Supplied records >>
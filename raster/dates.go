package raster

import "github.com/airbusgeo/godal"

// DateSource is one piece of metadata that may give a scene's date.
type DateSource struct {
	// Key names the source: "TIFFTAG_DATETIME", "IMAGERY:ACQUISITIONDATETIME",
	// "ACQUISITION_DATE" or "MTL:DATE_ACQUIRED".
	Key   string
	Value string
}

// DateMetadata returns the metadata of the raster at path that may date it,
// in order of preference: the TIFF DateTime tag, ACQUISITIONDATETIME of the
// IMAGERY domain, ACQUISITION_DATE (as bandfold's demo writes), and the
// DATE_ACQUIRED of a Landsat *_MTL.txt beside it that lists the file. Only
// the sources present are returned; a missing MTL file is not an error.
func DateMetadata(path string) ([]DateSource, error) {
	ds, err := openDataset(path)
	if err != nil {
		return nil, err
	}
	defer ds.Close(errLogger)
	var out []DateSource
	add := func(key, value string) {
		if value != "" {
			out = append(out, DateSource{Key: key, Value: value})
		}
	}
	add("TIFFTAG_DATETIME", ds.Metadata("TIFFTAG_DATETIME"))
	add("IMAGERY:ACQUISITIONDATETIME", ds.Metadata("ACQUISITIONDATETIME", godal.Domain("IMAGERY")))
	add("ACQUISITION_DATE", ds.Metadata("ACQUISITION_DATE"))
	if m, err := findMTL(path, ReadMTL); err == nil {
		add("MTL:DATE_ACQUIRED", m.DateAcquired)
	}
	return out, nil
}
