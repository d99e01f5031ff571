package raster

import (
	"errors"
	"fmt"
	"math"
	"strings"
)

// calibrate records the calibration on every band and, for CalibrateTOA
// and CalibrateReflectance, finds each band's coefficients in its
// product's metadata and sets Scale and Offset so that stored*Scale +
// Offset is the reflectance (see Calibrate).
func (s *Stack) calibrate(mode string, read func(string) (*MTL, error), readS2 func(string) (*S2Metadata, error)) error {
	for i := range s.Bands {
		s.Bands[i].Calibration = mode
	}
	for i := range s.Bands {
		b := &s.Bands[i]
		var err error
		switch mode {
		case CalibrateTOA:
			err = s.landsatReflectance(b, read, false)
		case CalibrateReflectance:
			err = s.productReflectance(b, read, readS2)
		}
		if err != nil {
			what := map[string]string{CalibrateTOA: "TOA reflectance", CalibrateReflectance: "reflectance"}[mode]
			return fmt.Errorf("calibrate band %s to %s: %w", b.Name, what, err)
		}
	}
	return nil
}

// productReflectance calibrates b to the reflectance its product defines:
// bottom-of-atmosphere for a Sentinel-2 Level-2A band file, surface
// reflectance for a Landsat Collection 2 Level-2 one, TOA for Landsat
// Level 1.
func (s *Stack) productReflectance(b *Band, read func(string) (*MTL, error), readS2 func(string) (*S2Metadata, error)) error {
	m, ok, err := FindS2Metadata(b.Path, readS2)
	switch {
	case err != nil:
		return err
	case ok:
		s.addSideFile(m.Path)
		return s2Reflectance(b, m)
	case !landsatBandName.MatchString(b.Path):
		return fmt.Errorf("no product metadata gives reflectance coefficients for %s (a Landsat *_MTL.txt beside it that lists it, or a Sentinel-2 %s above it); --calibrate scale applies the file's own scale and offset",
			b.Path, S2MetadataName)
	}
	return s.landsatReflectance(b, read, true)
}

// s2Reflectance sets b's scale and offset from its product's metadata:
//
//	rho = (DN + BOA_ADD_OFFSET) / BOA_QUANTIFICATION_VALUE
//
// (Sentinel-2 Level-2A product format, processing baseline 04.00 and
// later; an offset of 0 before it).
func s2Reflectance(b *Band, m *S2Metadata) error {
	name, _, _ := S2FileBand(b.Path)
	band, ok := m.Bands[name]
	if !ok {
		return fmt.Errorf("%s is the %s layer of %s, not a reflectance band", b.Path, name, m.Path)
	}
	if b.Index != 1 {
		return fmt.Errorf("%s: a Sentinel-2 band file holds one band, but this is its band %d", b.Path, b.Index)
	}
	b.Scale, b.Offset = 1/m.Quantification, band.Offset/m.Quantification
	return nil
}

// landsatReflectance sets b's scale and offset from its product's MTL:
// top-of-atmosphere reflectance from Level-1 digital numbers,
//
//	rho = (M_rho*Q_cal + A_rho) / sin(theta_SE)
//	    = Q_cal * M_rho/sin(theta_SE) + A_rho/sin(theta_SE)
//
// (USGS "Landsat 8 (L8) Data Users Handbook", "Conversion to TOA
// Reflectance"; the two forms differ by rounding only), or, when level2 is
// set and the MTL describes a Level-2 product, surface reflectance
// rho = M*Q + A with the LEVEL2_SURFACE_REFLECTANCE_PARAMETERS group's
// coefficients (USGS "Landsat 8-9 Collection 2 Level 2 Science Product
// Guide", "Surface Reflectance": 2.75e-05 and -0.2 in today's products).
func (s *Stack) landsatReflectance(b *Band, read func(string) (*MTL, error), level2 bool) error {
	m, err := findMTL(b.Path, read)
	if err != nil {
		return err
	}
	s.addSideFile(m.Path)
	isL2 := strings.HasPrefix(strings.ToUpper(m.ProcessingLevel), "L2")
	if isL2 && !level2 {
		return fmt.Errorf("%s describes a Level-2 product (%s); TOA reflectance is computed from Level-1 digital numbers (--calibrate reflectance gives the product's surface reflectance)",
			m.Path, m.ProcessingLevel)
	}
	_, base := splitPath(b.Path)
	id, _ := m.BandOf(base)
	coefficients, group := m.Reflectance, "REFLECTANCE_MULT_BAND_"
	if isL2 {
		coefficients, group = m.SurfaceReflectance, "LEVEL2_SURFACE_REFLECTANCE_PARAMETERS REFLECTANCE_MULT_BAND_"
	}
	mult, add, err := coefficients(id)
	switch {
	case errors.Is(err, errNoReflectance):
		return fmt.Errorf("%s has no reflectance coefficients (%s%s) for its Landsat band %s, not a reflective band (thermal or quality?); select the reflective bands with --bands",
			m.Path, group, id, id)
	case err != nil:
		return err
	}
	if b.Index != 1 {
		return fmt.Errorf("%s lists %s as Landsat band %s, but this is its band %d", m.Path, base, id, b.Index)
	}
	b.ReflMult, b.ReflAdd = mult, add
	if isL2 {
		b.Scale, b.Offset = mult, add
		return nil
	}
	if !(m.SunElevation > 0 && m.SunElevation <= 90) {
		return fmt.Errorf("%s: SUN_ELEVATION = %g: the sun is not above the horizon", m.Path, m.SunElevation)
	}
	sin := math.Sin(m.SunElevation * math.Pi / 180)
	b.SunElevation = m.SunElevation
	b.Scale, b.Offset = mult/sin, add/sin
	return nil
}
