package raster

import (
	"errors"
	"fmt"
	"path/filepath"
	"strings"
	"time"

	"github.com/airbusgeo/godal"
)

// Date is a scene's date and where it came from.
type Date struct {
	Time time.Time
	// Label is the date as people read it: 2016-07-01, or 2016 for a year.
	Label string
	// Source says where it came from: "--dates", a metadata key
	// ("MTL:DATE_ACQUIRED", "ACQUISITION_DATE", ...), "file name".
	Source string
}

// YYYYMMDD is the date as the integer YYYYMMDD.
func (d Date) YYYYMMDD() int {
	return d.Time.Year()*10000 + int(d.Time.Month())*100 + d.Time.Day()
}

// ErrNoDate marks a scene no source dates.
var ErrNoDate = errors.New("no date")

// DateSource is one piece of metadata that may give a scene's date.
type DateSource struct {
	// Key names the source: "MTL:DATE_ACQUIRED",
	// "IMAGERY:ACQUISITIONDATETIME", "ACQUISITION_DATE" or
	// "TIFFTAG_DATETIME".
	Key   string
	Value string
}

// DateMetadata returns the metadata of the raster at path that may date
// it, in order of preference: the acquisition date of the product (a STAC
// item's properties.datetime, the DATE_ACQUIRED of a Landsat *_MTL.txt
// beside it that lists the file,
// DATATAKE_SENSING_START of a Sentinel-2 Level-2A product's MTD_MSIL2A.xml
// above it, or of the product folder path names, ACQUISITIONDATETIME of the
// IMAGERY domain, ACQUISITION_DATE as bandfold's
// demo writes), then the TIFF DateTime tag, which TIFF 6.0 defines as the
// file's creation time and so comes last (after the file name, see
// SceneDate). Only the sources present are returned; a missing MTL file is
// not an error.
func DateMetadata(path string) ([]DateSource, error) {
	if IsSTAC(path) {
		it, err := ReadSTACItem(path)
		if err != nil || it.Datetime == "" {
			return nil, err
		}
		return []DateSource{{Key: STACDateSource, Value: it.Datetime}}, nil
	}
	if IsS2Product(path) {
		mtd := path
		if !strings.EqualFold(filepath.Base(path), S2MetadataName) {
			mtd = filepath.Join(path, S2MetadataName)
		}
		m, err := ReadS2Metadata(mtd)
		if err != nil {
			return nil, err
		}
		return []DateSource{{Key: "MTD_MSIL2A:DATATAKE_SENSING_START", Value: m.SensingStart}}, nil
	}
	ds, err := openDataset(path)
	if err != nil {
		return nil, err
	}
	defer ds.Close(errLogger)
	var out []DateSource
	add := func(key, value string) {
		if value != "" {
			out = append(out, DateSource{Key: key, Value: value})
		}
	}
	// Only a file named as a Landsat band file has an MTL looked for
	// beside it: a folder listing costs a request on a remote path.
	if landsatBandName.MatchString(filepath.Base(path)) {
		if m, err := findMTL(path, ReadMTL); err == nil {
			add("MTL:DATE_ACQUIRED", m.DateAcquired)
		}
	}
	if m, ok, err := FindS2Metadata(path, ReadS2Metadata); err == nil && ok {
		add("MTD_MSIL2A:DATATAKE_SENSING_START", m.SensingStart)
	}
	add("IMAGERY:ACQUISITIONDATETIME", ds.Metadata("ACQUISITIONDATETIME", godal.Domain("IMAGERY")))
	add("ACQUISITION_DATE", ds.Metadata("ACQUISITION_DATE"))
	add("TIFFTAG_DATETIME", ds.Metadata("TIFFTAG_DATETIME"))
	return out, nil
}

// SceneDate dates the scene whose first file is path: its acquisition
// metadata, else a date in its file name, else its TIFF DateTime tag (see
// DateMetadata). A STAC item is dated by its properties.datetime alone:
// its file name or URL is a catalogue's, not a date. disagree lists, for
// people, every other source that gives a different date
// ("TIFFTAG_DATETIME says 2019-01-10"). A scene no source dates gives an
// error wrapping ErrNoDate.
func SceneDate(path string) (d Date, disagree []string, err error) {
	if IsSTAC(path) {
		d, err := itemDate(path)
		return d, nil, err
	}
	srcs, err := DateMetadata(path)
	if err != nil {
		return Date{}, nil, err
	}
	var found []Date
	for _, s := range srcs {
		if v, ok := ParseDate(s.Value); ok {
			v.Source = s.Key
			found = append(found, v)
		}
	}
	if v, ok := DateFromName(path); ok {
		v.Source = "file name"
		// Before the file's creation time, after the acquisition metadata.
		at := len(found)
		if at > 0 && found[at-1].Source == "TIFFTAG_DATETIME" {
			at--
		}
		found = append(found[:at], append([]Date{v}, found[at:]...)...)
	}
	if len(found) == 0 {
		return Date{}, nil, fmt.Errorf("%s: %w in its metadata (a Landsat MTL's DATE_ACQUIRED, a Sentinel-2 MTD_MSIL2A.xml's DATATAKE_SENSING_START, ACQUISITIONDATETIME, ACQUISITION_DATE, TIFFTAG_DATETIME) or its name (YYYY-MM-DD, YYYYMMDD, YYYY)", path, ErrNoDate)
	}
	d = found[0]
	for _, o := range found[1:] {
		if !sameDay(d, o) {
			disagree = append(disagree, fmt.Sprintf("%s says %s", o.Source, o.Label))
		}
	}
	return d, disagree, nil
}

// sameDay reports whether two dates agree: the same day, or, where one is
// a year only, the same year.
func sameDay(a, b Date) bool {
	if len(a.Label) == 4 || len(b.Label) == 4 {
		return a.Time.Year() == b.Time.Year()
	}
	return a.Time.Equal(b.Time)
}

// ParseDate reads a date from a metadata value or a --dates item:
// YYYY-MM-DD, YYYY:MM:DD (the TIFF DateTime tag), YYYY/MM/DD or YYYYMMDD,
// each optionally followed by a time ("T10:20:30Z", " 10:20:30"), or a
// year YYYY from 1900 to 2199.
func ParseDate(s string) (Date, bool) {
	s = strings.TrimSpace(s)
	if i := strings.IndexAny(s, "T "); i >= 0 {
		s = s[:i]
	}
	for _, layout := range []string{"2006-01-02", "2006:01:02", "2006/01/02", "20060102"} {
		if len(s) == len(layout) {
			if t, err := time.Parse(layout, s); err == nil {
				return Date{Time: t, Label: t.Format("2006-01-02")}, true
			}
		}
	}
	if len(s) == 4 && allDigits(s) {
		t, err := time.Parse("2006", s)
		if err == nil && t.Year() >= 1900 && t.Year() <= 2199 {
			return Date{Time: t, Label: s}, true
		}
	}
	return Date{}, false
}

func allDigits(s string) bool {
	for _, c := range s {
		if c < '0' || c > '9' {
			return false
		}
	}
	return s != ""
}

// DateFromName finds a date in a file name: the first YYYY-MM-DD, else the
// first run of exactly 8 digits that is a valid YYYYMMDD, else the first
// run of exactly 4 digits that is a year from 1900 to 2199.
func DateFromName(path string) (Date, bool) {
	name := filepath.Base(path)
	for i := 0; i+10 <= len(name); i++ {
		if d, ok := ParseDate(name[i : i+10]); ok && name[i+4] == '-' && boundary(name, i, i+10) {
			return d, true
		}
	}
	var runs []string
	for i := 0; i < len(name); {
		j := i
		for j < len(name) && name[j] >= '0' && name[j] <= '9' {
			j++
		}
		if j > i {
			runs = append(runs, name[i:j])
			i = j
		} else {
			i++
		}
	}
	for _, want := range []int{8, 4} {
		for _, r := range runs {
			if len(r) != want {
				continue
			}
			if d, ok := ParseDate(r); ok {
				return d, true
			}
		}
	}
	return Date{}, false
}

// boundary reports whether name[i:j] is not part of a longer digit run.
func boundary(name string, i, j int) bool {
	digit := func(k int) bool { return k >= 0 && k < len(name) && name[k] >= '0' && name[k] <= '9' }
	return !digit(i-1) && !digit(j)
}
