package raster

import (
	"errors"
	"fmt"
	"os"
	"path/filepath"
	"strconv"
	"strings"
	"syscall"

	"github.com/airbusgeo/godal"

	"bandfold/tiles"
)

// Format is an output raster format.
type Format string

// Output formats.
const (
	GTiff Format = "gtiff" // tiled GeoTIFF, DEFLATE with predictor
	COG   Format = "cog"   // Cloud Optimized GeoTIFF through GDAL's COG driver
)

// ParseFormat checks a --format value.
func ParseFormat(s string) (Format, error) {
	switch f := Format(strings.ToLower(s)); f {
	case GTiff, COG:
		return f, nil
	}
	return "", fmt.Errorf("format %q: want gtiff or cog: %w", s, ErrBadSpec)
}

// ErrExists is returned when an output exists and overwriting was not asked.
var ErrExists = errors.New("exists (use --overwrite to replace it)")

// Spec describes a raster output.
type Spec struct {
	Grid
	Bands int
	// DataType is a GDAL type name: Byte, Int16, UInt16, Int32, Float32, Float64.
	DataType string
	// NoData, when set, is declared on every band.
	NoData *float64
	// Descriptions name the bands; Scales and Offsets, when set, are the
	// bands' scale/offset metadata.
	Descriptions    []string
	Scales, Offsets []float64
	// Metadata is written to the dataset's default metadata domain.
	Metadata map[string]string
	// ColorTable, when set, is given to band 1 (Byte outputs).
	ColorTable [][4]int16
	Format     Format
	// CreationOptions are KEY=VALUE options that override bandfold's
	// defaults (--co).
	CreationOptions []string
	Overwrite       bool
}

// Output is a raster being written under a temporary name in its target
// folder. Commit renames it into place; Abort removes it. Write from one
// goroutine only.
type Output struct {
	pending
	spec Spec
}

// pending is a file written under a temporary name beside its final path:
// publish renames it into place, discard closes its dataset and removes it
// with the sidecar files GDAL may have made (names tmp+suffix). After either,
// both do nothing.
type pending struct {
	path, tmp string
	sidecars  []string
	ds        *godal.Dataset
	done      bool
}

// removeTemp removes the temporary file and its sidecars.
func (p *pending) removeTemp() {
	os.Remove(p.tmp)
	for _, suffix := range p.sidecars {
		os.Remove(p.tmp + suffix)
	}
}

// publish renames the closed temporary file into place.
func (p *pending) publish() error {
	if err := os.Rename(p.tmp, p.path); err != nil {
		return err
	}
	p.done = true
	return nil
}

// discard closes the dataset, if open, and removes the temporary files.
func (p *pending) discard() {
	if p.done {
		return
	}
	if p.ds != nil {
		p.ds.Close(errLogger)
		p.ds = nil
	}
	p.removeTemp()
	p.done = true
}

// CheckTarget refuses output paths that cannot be written atomically: GDAL
// virtual paths, a missing folder, an existing file without overwrite.
func CheckTarget(path string, overwrite bool) error {
	if IsVirtual(path) {
		return fmt.Errorf("output %s: a GDAL virtual path cannot be written atomically; write to a local path and copy it", path)
	}
	dir := filepath.Dir(path)
	fi, err := os.Stat(dir)
	if err != nil {
		return fmt.Errorf("output %s: folder %s does not exist", path, dir)
	}
	if !fi.IsDir() {
		return fmt.Errorf("output %s: %s is not a folder", path, dir)
	}
	if fi, err := os.Stat(path); err == nil {
		if fi.IsDir() {
			return fmt.Errorf("output %s: is a folder", path)
		}
		if !overwrite {
			return fmt.Errorf("output %s %w", path, ErrExists)
		}
	}
	return nil
}

// TempPath returns a hidden temporary name beside path, unique to this
// process.
func TempPath(path, suffix string) string {
	dir, base := filepath.Split(path)
	return filepath.Join(dir, fmt.Sprintf(".%s.%d.tmp%s", base, os.Getpid(), suffix))
}

func dataType(name string) (godal.DataType, error) {
	for _, dt := range []godal.DataType{godal.Byte, godal.Int16, godal.UInt16, godal.Int32, godal.UInt32, godal.Float32, godal.Float64} {
		if strings.EqualFold(dt.String(), name) {
			return dt, nil
		}
	}
	return godal.Unknown, fmt.Errorf("unsupported output data type %q", name)
}

// creationOptions merges bandfold's GeoTIFF defaults with the user's.
func creationOptions(dt godal.DataType, user []string) []string {
	predictor, level := "2", "6"
	if dt == godal.Float32 || dt == godal.Float64 {
		// Real-valued outputs (component scores, statistics) are close to
		// incompressible: on 7 bands x 8192 x 8192 folded to 3 float32
		// components, DEFLATE level 1 wrote a file 0.6% larger than the
		// default level 6 in 70% of the time.
		predictor, level = "3", "1"
	}
	// NUM_THREADS lets GDAL compress blocks on all cores while tiles are
	// written in order from one goroutine.
	opts := []string{"TILED=YES", "BLOCKXSIZE=256", "BLOCKYSIZE=256", "COMPRESS=DEFLATE", "PREDICTOR=" + predictor, "ZLEVEL=" + level, "BIGTIFF=IF_SAFER", "NUM_THREADS=ALL_CPUS"}
	return mergeOptions(opts, user)
}

// mergeOptions returns base with each KEY=VALUE of over replacing the same key.
func mergeOptions(base, over []string) []string {
	out := append([]string(nil), base...)
	for _, kv := range over {
		k, _, _ := strings.Cut(kv, "=")
		replaced := false
		for i, b := range out {
			if bk, _, _ := strings.Cut(b, "="); strings.EqualFold(bk, k) {
				out[i], replaced = kv, true
			}
		}
		if !replaced {
			out = append(out, kv)
		}
	}
	return out
}

// Create starts writing a raster to path: it checks the target, then creates
// a GeoTIFF under a temporary name in the same folder with the grid, nodata,
// band descriptions, scale/offset and metadata of spec.
func Create(path string, spec Spec) (*Output, error) {
	if err := CheckTarget(path, spec.Overwrite); err != nil {
		return nil, err
	}
	for _, kv := range spec.CreationOptions {
		if !strings.Contains(kv, "=") {
			return nil, fmt.Errorf("output %s: creation option %q is not KEY=VALUE", path, kv)
		}
	}
	dt, err := dataType(spec.DataType)
	if err != nil {
		return nil, fmt.Errorf("output %s: %w", path, err)
	}
	o := &Output{pending: pending{path: path, tmp: TempPath(path, ".tif"), sidecars: []string{".aux.xml"}}, spec: spec}
	opts := creationOptions(dt, spec.CreationOptions)
	if spec.Format == COG {
		// The COG driver copies a finished dataset; write a plain tiled
		// GeoTIFF first without the user's options, which are COG options.
		opts = creationOptions(dt, nil)
	}
	ds, err := godal.Create(godal.GTiff, o.tmp, spec.Bands, dt, spec.Width, spec.Height, godal.CreationOption(opts...), errLogger)
	if err != nil {
		o.removeTemp()
		return nil, fmt.Errorf("create %s: %w", path, err)
	}
	o.ds = ds
	if err := o.describe(); err != nil {
		o.Abort()
		return nil, fmt.Errorf("create %s: %w", path, err)
	}
	return o, nil
}

func (o *Output) describe() error {
	s := o.spec
	if s.HasGeoTransform {
		if err := o.ds.SetGeoTransform(s.GeoTransform, errLogger); err != nil {
			return err
		}
	}
	if s.Projection != "" {
		if err := o.ds.SetProjection(s.Projection, errLogger); err != nil {
			return err
		}
	}
	for k, v := range s.Metadata {
		if err := o.ds.SetMetadata(k, v, errLogger); err != nil {
			return err
		}
	}
	for i, b := range o.ds.Bands() {
		if s.NoData != nil {
			if err := b.SetNoData(*s.NoData, errLogger); err != nil {
				return err
			}
		}
		if i < len(s.Descriptions) {
			if err := b.SetDescription(s.Descriptions[i], errLogger); err != nil {
				return err
			}
		}
		if i < len(s.Scales) {
			if err := b.SetScaleOffset(s.Scales[i], s.Offsets[i], errLogger); err != nil {
				return err
			}
		}
		if i == 0 && s.ColorTable != nil {
			ct := godal.ColorTable{PaletteInterp: godal.RGBPalette, Entries: s.ColorTable}
			if err := b.SetColorTable(ct, errLogger); err != nil {
				return err
			}
		}
	}
	return nil
}

// Write writes window t of all bands from src, pixel-major (the band values
// of a pixel are consecutive). GDAL converts to the output type.
func (o *Output) Write(t tiles.Tile, src []float64) error {
	n := t.Pixels() * o.spec.Bands
	if len(src) < n {
		panic(fmt.Sprintf("raster: %d values to write for %v of %d bands", len(src), t, o.spec.Bands))
	}
	if err := o.ds.Write(t.X, t.Y, src[:n], t.W, t.H, errLogger); err != nil {
		return fmt.Errorf("write %s at %v: %w", o.path, t, err)
	}
	return nil
}

// WriteBand writes window t of one 0-based band from src (t.W x t.H values)
// of any numeric slice type GDAL accepts.
func (o *Output) WriteBand(band int, t tiles.Tile, src any) error {
	if err := o.ds.Bands()[band].Write(t.X, t.Y, src, t.W, t.H, errLogger); err != nil {
		return fmt.Errorf("write %s band %d at %v: %w", o.path, band+1, t, err)
	}
	return nil
}

// SetMetadata sets a dataset metadata item, for example a completion record
// written just before Commit.
func (o *Output) SetMetadata(key, value string) error {
	if err := o.ds.SetMetadata(key, value, errLogger); err != nil {
		return fmt.Errorf("write %s: %w", o.path, err)
	}
	return nil
}

// Commit finishes the output: it closes the dataset (write errors surface
// there), converts to COG when asked, and renames the file into place.
func (o *Output) Commit() error {
	if o.done {
		return nil
	}
	ds := o.ds
	o.ds = nil
	if err := ds.Close(errLogger); err != nil {
		o.Abort()
		return fmt.Errorf("write %s: %w", o.path, err)
	}
	if o.spec.Format == COG {
		if err := o.toCOG(); err != nil {
			o.Abort()
			return err
		}
	}
	if err := o.publish(); err != nil {
		o.Abort()
		return fmt.Errorf("write %s: %w", o.path, err)
	}
	return nil
}

func (o *Output) toCOG() error {
	src, err := godal.Open(o.tmp, errLogger)
	if err != nil {
		return fmt.Errorf("write %s: %w", o.path, err)
	}
	defer src.Close(errLogger)
	cog := TempPath(o.path, ".cog.tif")
	opts := mergeOptions([]string{"COMPRESS=DEFLATE", "BIGTIFF=IF_SAFER"}, o.spec.CreationOptions)
	var sw []string
	for _, kv := range opts {
		sw = append(sw, "-co", kv)
	}
	out, err := src.Translate(cog, append([]string{"-of", "COG"}, sw...), errLogger)
	if err != nil {
		os.Remove(cog)
		return fmt.Errorf("write %s as COG: %w", o.path, err)
	}
	if err := out.Close(errLogger); err != nil {
		os.Remove(cog)
		return fmt.Errorf("write %s as COG: %w", o.path, err)
	}
	if err := os.Rename(cog, o.tmp); err != nil {
		os.Remove(cog)
		return fmt.Errorf("write %s: %w", o.path, err)
	}
	return nil
}

// Abort discards the output: the dataset is closed and the temporary file
// removed. It is safe to call after Commit (it then does nothing) and more
// than once.
func (o *Output) Abort() { o.discard() }

// Path returns the final path of the output.
func (o *Output) Path() string { return o.path }

// DeflateSize returns the size in bytes of a lossless copy of the raster at
// path with DEFLATE compression and the predictor suited to its data type:
// the reference against which compression ratios are stated. The copy is
// written to a temporary file in dir and removed.
func DeflateSize(path, dir string) (int64, error) {
	src, err := openDataset(path)
	if err != nil {
		return 0, err
	}
	defer src.Close(errLogger)
	dt := src.Bands()[0].Structure().DataType
	tmp, err := os.CreateTemp(dir, ".bandfold-deflate-*.tif")
	if err != nil {
		return 0, fmt.Errorf("lossless copy of %s: %w", path, err)
	}
	name := tmp.Name()
	tmp.Close()
	defer os.Remove(name)
	var sw []string
	for _, kv := range creationOptions(dt, nil) {
		sw = append(sw, "-co", kv)
	}
	out, err := src.Translate(name, append([]string{"-of", "GTiff"}, sw...), errLogger)
	if err != nil {
		return 0, fmt.Errorf("lossless copy of %s: %w", path, err)
	}
	if err := out.Close(errLogger); err != nil {
		return 0, fmt.Errorf("lossless copy of %s: %w", path, err)
	}
	fi, err := os.Stat(name)
	if err != nil {
		return 0, err
	}
	return fi.Size(), nil
}

// ReadMetadata returns the dataset metadata (default domain) of the raster
// at path.
func ReadMetadata(path string) (map[string]string, error) {
	ds, err := openDataset(path)
	if err != nil {
		return nil, err
	}
	defer ds.Close(errLogger)
	return ds.Metadatas(errLogger), nil
}

// RemoveStale removes temporary files that an earlier, killed process left
// beside path (".NAME.PID.tmp*" whose process is gone).
func RemoveStale(path string) {
	dir, base := filepath.Split(path)
	matches, _ := filepath.Glob(filepath.Join(dir, "."+base+".*.tmp*"))
	for _, m := range matches {
		rest := strings.TrimPrefix(filepath.Base(m), "."+base+".")
		pidText, _, _ := strings.Cut(rest, ".")
		pid, err := strconv.Atoi(pidText)
		if err != nil || pid == os.Getpid() {
			continue
		}
		if syscall.Kill(pid, 0) == syscall.ESRCH {
			os.Remove(m)
		}
	}
}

Your instructions >>
Using the records above, pull out each line where the word "without" occurs.

Solution to this task >>
// virtual paths, a missing folder, an existing file without overwrite.
		// GeoTIFF first without the user's options, which are COG options.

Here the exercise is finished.